Among the records that follow, set down only the lines from the one containing "let (cond_t, cond_d, cond_inputs): (String, String, Vec<String>)" to the one containing "on-resistance at its", both included, exactly.

-- Opening Marker --

pub fn evaluate(d: &Design, s: &mut Sheet) {
    let (Some(sw), Some(model)) = (&d.switches, StageModel::of(d)) else {
        return;
    };
    let dev = &sw.device;
    let mosfet = matches!(dev.kind, DeviceKind::Mosfet { .. });
    let v_rat = given(
        s,
        "semi.v_rating",
        "Device blocking voltage rating",
        "V_\"rat\"",
        &dev.voltage_rating,
        Unit::Volt,
    );
    let i_rat = given(
        s,
        "semi.i_rating",
        "Device continuous current rating",
        "I_\"rat\"",
        &dev.current_rating,
        Unit::Ampere,
    );
    match &dev.kind {
        DeviceKind::Igbt { v_ce0, r_ce } => {
            given(
                s,
                "semi.v_ce0",
                "IGBT on-state threshold voltage",
                "V_\"CE0\"",
                v_ce0,
                Unit::Volt,
            );
            given(
                s,
                "semi.r_ce",
                "IGBT on-state slope resistance",
                "r_\"CE\"",
                r_ce,
                Unit::Ohm,
            );
        }
        DeviceKind::Mosfet {
            r_ds_on,
            r_ds_on_coefficient,
        } => {
            given(
                s,
                "semi.r_ds_on",
                "MOSFET on-resistance at 25 °C",
                "R_\"DS,25\"",
                r_ds_on,
                Unit::Ohm,
            );
            given(
                s,
                "semi.r_ds_on_coefficient",
                "Rise of R_ds,on per kelvin",
                "alpha_R",
                r_ds_on_coefficient,
                Unit::PercentPerKelvin,
            );
        }
    }
    given(
        s,
        "semi.e_on",
        "Turn-on energy at the reference point",
        "E_\"on\"",
        &dev.e_on,
        Unit::Joule,
    );
    given(
        s,
        "semi.e_off",
        "Turn-off energy at the reference point",
        "E_\"off\"",
        &dev.e_off,
        Unit::Joule,
    );
    given(
        s,
        "semi.e_rec",
        "Diode recovery energy at the reference point",
        "E_\"rec\"",
        &dev.e_rec,
        Unit::Joule,
    );
    given(
        s,
        "semi.v_ref",
        "Reference voltage of the switching energies",
        "V_\"ref\"",
        &dev.reference_voltage,
        Unit::Volt,
    );
    given(
        s,
        "semi.i_ref",
        "Reference current of the switching energies",
        "I_\"ref\"",
        &dev.reference_current,
        Unit::Ampere,
    );
    given(
        s,
        "semi.v_f0",
        "Diode threshold voltage",
        "V_\"F0\"",
        &dev.diode_v_f0,
        Unit::Volt,
    );
    given(
        s,
        "semi.r_f",
        "Diode slope resistance",
        "r_\"F\"",
        &dev.diode_r_f,
        Unit::Ohm,
    );
    if let Some(t) = &sw.dead_time {
        given(s, "semi.t_dead", "Dead time", "t_d", t, Unit::Second);
    }
    let legs = super::switching::modulation_of(d).legs();
    s.derive(
        "semi.positions",
        "Switch positions (a switch with its diode), two per leg",
        "N_\"pos\"",
        Unit::One,
    )
    .formula(&format!("2 dot {legs}"))
    .value(2.0 * legs as f64);

    super::switch_stress::stresses(d, s, sw, v_rat, i_rat);

    // The leg current and its angle at the switch node, rated load.
    let i_l1 = s.value("filter.i_l_f1");
    s.derive(
        "semi.i_leg",
        "Leg current, peak of the fundamental, rated load",
        "I_\"leg\"",
        Unit::Ampere,
    )
    .formula("sqrt(2) I_(L,1)")
    .inputs(&["filter.i_l_f1"])
    .value(2f64.sqrt() * i_l1);
    super::switch_stress::angle(d, s);

    let t_a = d.thermal.as_ref().map_or(25.0, |t| t.ambient_max.value);
    let duty = |m: &str| super::leg_current::duty_formula(d, m);
    let current = "quad i = I_\"leg\" sin(theta - phi_\"sw\")";
    let integral = || {
        Source::common_practice(
            "average over the fundamental period of the local duty cycle times the device's conduction or switching loss at the local current (sine-triangle PWM, current constant over a carrier period), integrated numerically",
        )
    };
    let scaling = || {
        Source::common_practice(
            "switching energies scaled from the datasheet's reference point linearly in voltage and current, per carrier period, integrated numerically over the half period the device commutates",
        )
    };
    for (key, label, dc_id) in DC_POINTS {
        let sh = short(key);
        let m_id = format!("modulation.m_a.{key}");
        let (m_sym, v_sym) = (s.symbol(&m_id), s.symbol(dc_id));
        let a = leg_point(d, s, key, 1.0);
        // The losses at the junction temperature they produce (as entered for an IGBT).
        let (t_j, l, _) = model.operate(&a, t_a);
        let dev_at = model.device_at(t_j);
        let cf = closed_form_losses(&a, &dev_at);
        let r_id = format!("semi.r_ds_on_hot.{key}");
        let (cond_t, cond_d, cond_inputs): (String, String, Vec<String>) = if mosfet {
            s.derive(&format!("semi.t_j_est.{key}"), &format!("Switch junction temperature the losses are taken at, {label}"), &format!("T_(j,\"est,{sh}\")"), Unit::DegreeCelsius)
                .formula("\"losses and junction temperature solved together\"")
                .source(Source::common_practice("the fixed point of losses and junction temperature at the highest ambient, iterated until it moves less than 0.001 K (the thermal network of this package)"))
                .value(t_j);
            s.derive(
                &r_id,
                &format!("MOSFET on-resistance at its junction temperature, {label}"),
                &format!("R_(\"DS\",\"{sh}\")"),
                Unit::Ohm,
            )
            .formula(&format!(
                "R_\"DS,25\" (1 + alpha_R (T_(j,\"est,{sh}\") - 25 °C))"
            ))
            .inputs(&[
                "semi.r_ds_on",
                "semi.r_ds_on_coefficient",
                &format!("semi.t_j_est.{key}"),
            ])
            .source(Source::common_practice(
                "on-resistance rising linearly with junction temperature from its 25 °C value",
            ))
            .value(match dev_at.channel {
                super::bridge_leg::Channel::Mosfet { r } => r,
                super::bridge_leg::Channel::Igbt { .. } => f64::NAN,
            });
            let dead = if sw.dead_time.is_some() {
                " - 2 t_d f_\"sw\""
            } else {
                ""
            };
            let diode = if sw.dead_time.is_some() {
                format!("1 / (2 pi) integral_(i < 0) min({}, 2 t_d f_\"sw\") (V_\"F0\" abs(i) + r_\"F\" i^2) dif theta, {current}", duty(&m_sym))
            } else {
                "0".to_string()
            };
            let mut inputs: Vec<String> = vec![
                r_id.clone(),
                m_id.clone(),
                "semi.i_leg".into(),
                "semi.phi".into(),
                "bridge.f_sw".into(),
                "semi.v_f0".into(),
                "semi.r_f".into(),
            ];
            if sw.dead_time.is_some() {
                inputs.push("semi.t_dead".into());
            }
            (
                format!("1 / (2 pi) integral_0^(2 pi) ({}{dead}) R_(\"DS\",\"{sh}\") i^2 dif theta, {current}", duty(&m_sym)),
                diode,
                inputs,
            )
        } else {
            (
                format!("1 / (2 pi) integral_(i > 0) {} (V_\"CE0\" i + r_\"CE\" i^2) dif theta, {current}", duty(&m_sym)),
                format!("1 / (2 pi) integral_(i < 0) {} (V_\"F0\" abs(i) + r_\"F\" i^2) dif theta, {current}", duty(&m_sym)),
                vec!["semi.v_ce0".into(), "semi.r_ce".into(), "semi.v_f0".into(), "semi.r_f".into(), m_id.clone(), "semi.i_leg".into(), "semi.phi".into()],
            )
        };
        let used = |s: &Sheet, formula: &str| -> Vec<String> {
            cond_inputs
                .iter()
                .filter(|id| formula_uses(s, formula, id))
                .cloned()
                .collect()
        };
        let ids = [
            format!("semi.p_switch_cond.{key}"),
            format!("semi.p_switch_sw.{key}"),
            format!("semi.p_diode_cond.{key}"),
            format!("semi.p_diode_rec.{key}"),
        ];
        let sw_formula = format!("f_\"sw\" (E_\"on\" + E_\"off\") {v_sym} / V_\"ref\" 1 / (2 pi) integral_(i > 0) i / I_\"ref\" dif theta, {current}");
        let rec_formula = format!("f_\"sw\" E_\"rec\" {v_sym} / V_\"ref\" 1 / (2 pi) integral_(i < 0) abs(i) / I_\"ref\" dif theta, {current}");
        let strings = |v: &[&str]| -> Vec<String> { v.iter().map(|x| x.to_string()).collect() };
        // The four parts of a position's loss: (name, symbol, formula, inputs, source, value).
        let parts = [
            (
                "Switch conduction loss",
                "T,c",
                cond_t.clone(),
                used(s, &cond_t),
                integral(),
                l.switch_conduction,
            ),
            (
                "Switch switching loss",
                "T,s",
                sw_formula,
                strings(&[
                    "bridge.f_sw",
                    "semi.e_on",
                    "semi.e_off",
                    dc_id,
                    "semi.v_ref",
                    "semi.i_ref",
                    "semi.i_leg",
                    "semi.phi",
                ]),
                scaling(),
                l.switch_switching,
            ),
            (
                "Diode conduction loss",
                "D,c",
                cond_d.clone(),
                used(s, &cond_d),
                integral(),
                l.diode_conduction,
            ),
            (
                "Diode recovery loss",
                "D,r",
                rec_formula,
                strings(&[
                    "bridge.f_sw",
                    "semi.e_rec",
                    dc_id,
                    "semi.v_ref",
                    "semi.i_ref",
                    "semi.i_leg",
                    "semi.phi",
                ]),
                scaling(),
                l.diode_recovery,
            ),
        ];
        for (id, (name, sub, formula, inputs, source, value)) in ids.iter().zip(parts) {
            let inputs: Vec<&str> = inputs.iter().map(String::as_str).collect();
            s.derive(
                id,
                &format!("{name}, per position, {label}"),
                &format!("P_(\"{sub}\",\"{sh}\")"),
                Unit::Watt,
            )
            .formula(&formula)
            .inputs(&inputs)
            .source(source)
            .value(value);
        }
        let syms: Vec<String> = ids.iter().map(|id| s.symbol(id)).collect();
        s.derive(
            &format!("semi.p_switch.{key}"),
            &format!("Switch loss, per position, {label}"),
            &format!("P_(T,\"{sh}\")"),
            Unit::Watt,
        )
        .formula(&format!("{} + {}", syms[0], syms[1]))
        .inputs(&[&ids[0], &ids[1]])
        .value(l.switch());
        s.derive(
            &format!("semi.p_diode.{key}"),
            &format!("Diode loss, per position, {label}"),
            &format!("P_(D,\"{sh}\")"),
            Unit::Watt,
        )
        .formula(&format!("{} + {}", syms[2], syms[3]))
        .inputs(&[&ids[2], &ids[3]])
        .value(l.diode());
        s.derive(
            &format!("semi.p_position.{key}"),
            &format!("Loss of one position (switch and diode), {label}"),
            &format!("P_(\"pos\",\"{sh}\")"),
            Unit::Watt,
        )
        .formula(&format!("P_(T,\"{sh}\") + P_(D,\"{sh}\")"))
        .inputs(&[
            &format!("semi.p_switch.{key}"),
            &format!("semi.p_diode.{key}"),
        ])
        .value(l.total());
        s.derive(
            &format!("semi.p_bridge.{key}"),
            &format!("Semiconductor loss of the bridge, {label}"),
            &format!("P_(\"br\",\"{sh}\")"),
            Unit::Watt,
        )
        .formula(&format!("N_\"pos\" P_(\"pos\",\"{sh}\")"))
        .inputs(&["semi.positions", &format!("semi.p_position.{key}")])
        .value(model.positions * l.total());

        // Rms currents with the ripple of this DC point.
        let ripple_id = format!("ripple.i_pp_max.{key}");
        let ripple = s.get(&ripple_id).map_or(0.0, |q| q.value);
        let (rms_t, rms_d) = position_rms(&a, mosfet, model.device.dead_time, ripple);
        let mut rms_inputs = vec![m_id.as_str(), "semi.i_leg", "semi.phi"];
        let ripple_term = if s.get(&ripple_id).is_some() {
            rms_inputs.push(&ripple_id);
            format!(" (i^2 + {}^2 / 12)", s.symbol(&ripple_id))
        } else {
            " i^2".to_string()
        };
        let rms_src = || {
            Source::common_practice("rms over the fundamental period of the device's share of the leg current, with a triangular ripple of the DC point's largest peak-to-peak over each conduction interval")
        };
        s.derive(
            &format!("semi.i_rms_switch.{key}"),
            &format!("Switch rms current, {label}"),
            &format!("I_(T,\"rms,{sh}\")"),
            Unit::Ampere,
        )
        .formula(&format!(
            "sqrt(1 / (2 pi) integral_(i > 0) {}{ripple_term} dif theta), {current}",
            duty(&m_sym)
        ))
        .inputs(&rms_inputs)
        .source(rms_src())
        .value(rms_t);
        s.derive(
            &format!("semi.i_rms_diode.{key}"),
            &format!("Diode rms current, {label}"),
            &format!("I_(D,\"rms,{sh}\")"),
            Unit::Ampere,
        )
        .formula(&format!(
            "sqrt(1 / (2 pi) integral_(i < 0) {}{ripple_term} dif theta), {current}",
            duty(&m_sym)
        ))
        .inputs(&rms_inputs)
        .source(rms_src())
        .value(rms_d);

        if key == "nominal" {
            crosscheck(d, s, mosfet, &m_sym, &m_id, &cf, &l, sw.dead_time.is_some());
            if let Some(t) = &sw.dead_time {
                let m = s.value(&m_id);
                s.derive("semi.dead_time_error", "Dead-time error of the fundamental, DC nominal", "epsilon_d", Unit::Percent)
                    .formula(&format!("8 t_d f_\"sw\" / (pi {m_sym})"))
                    .inputs(&["semi.t_dead", "bridge.f_sw", &m_id])
                    .source(Source::common_practice("a leg's average voltage error V_dc t_d f_sw with the sign of the current, a square wave whose fundamental 4/pi of it is compared with the leg's fundamental m_a V_dc / 2"))
                    .value(8.0 * t.value * a.f_sw / (std::f64::consts::PI * m));
            }
        }
    }
}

-- Closing Marker --

Response below —
        let (cond_t, cond_d, cond_inputs): (String, String, Vec<String>) = if mosfet {
            s.derive(&format!("semi.t_j_est.{key}"), &format!("Switch junction temperature the losses are taken at, {label}"), &format!("T_(j,\"est,{sh}\")"), Unit::DegreeCelsius)
                .formula("\"losses and junction temperature solved together\"")
                .source(Source::common_practice("the fixed point of losses and junction temperature at the highest ambient, iterated until it moves less than 0.001 K (the thermal network of this package)"))
                .value(t_j);
            s.derive(
                &r_id,
                &format!("MOSFET on-resistance at its junction temperature, {label}"),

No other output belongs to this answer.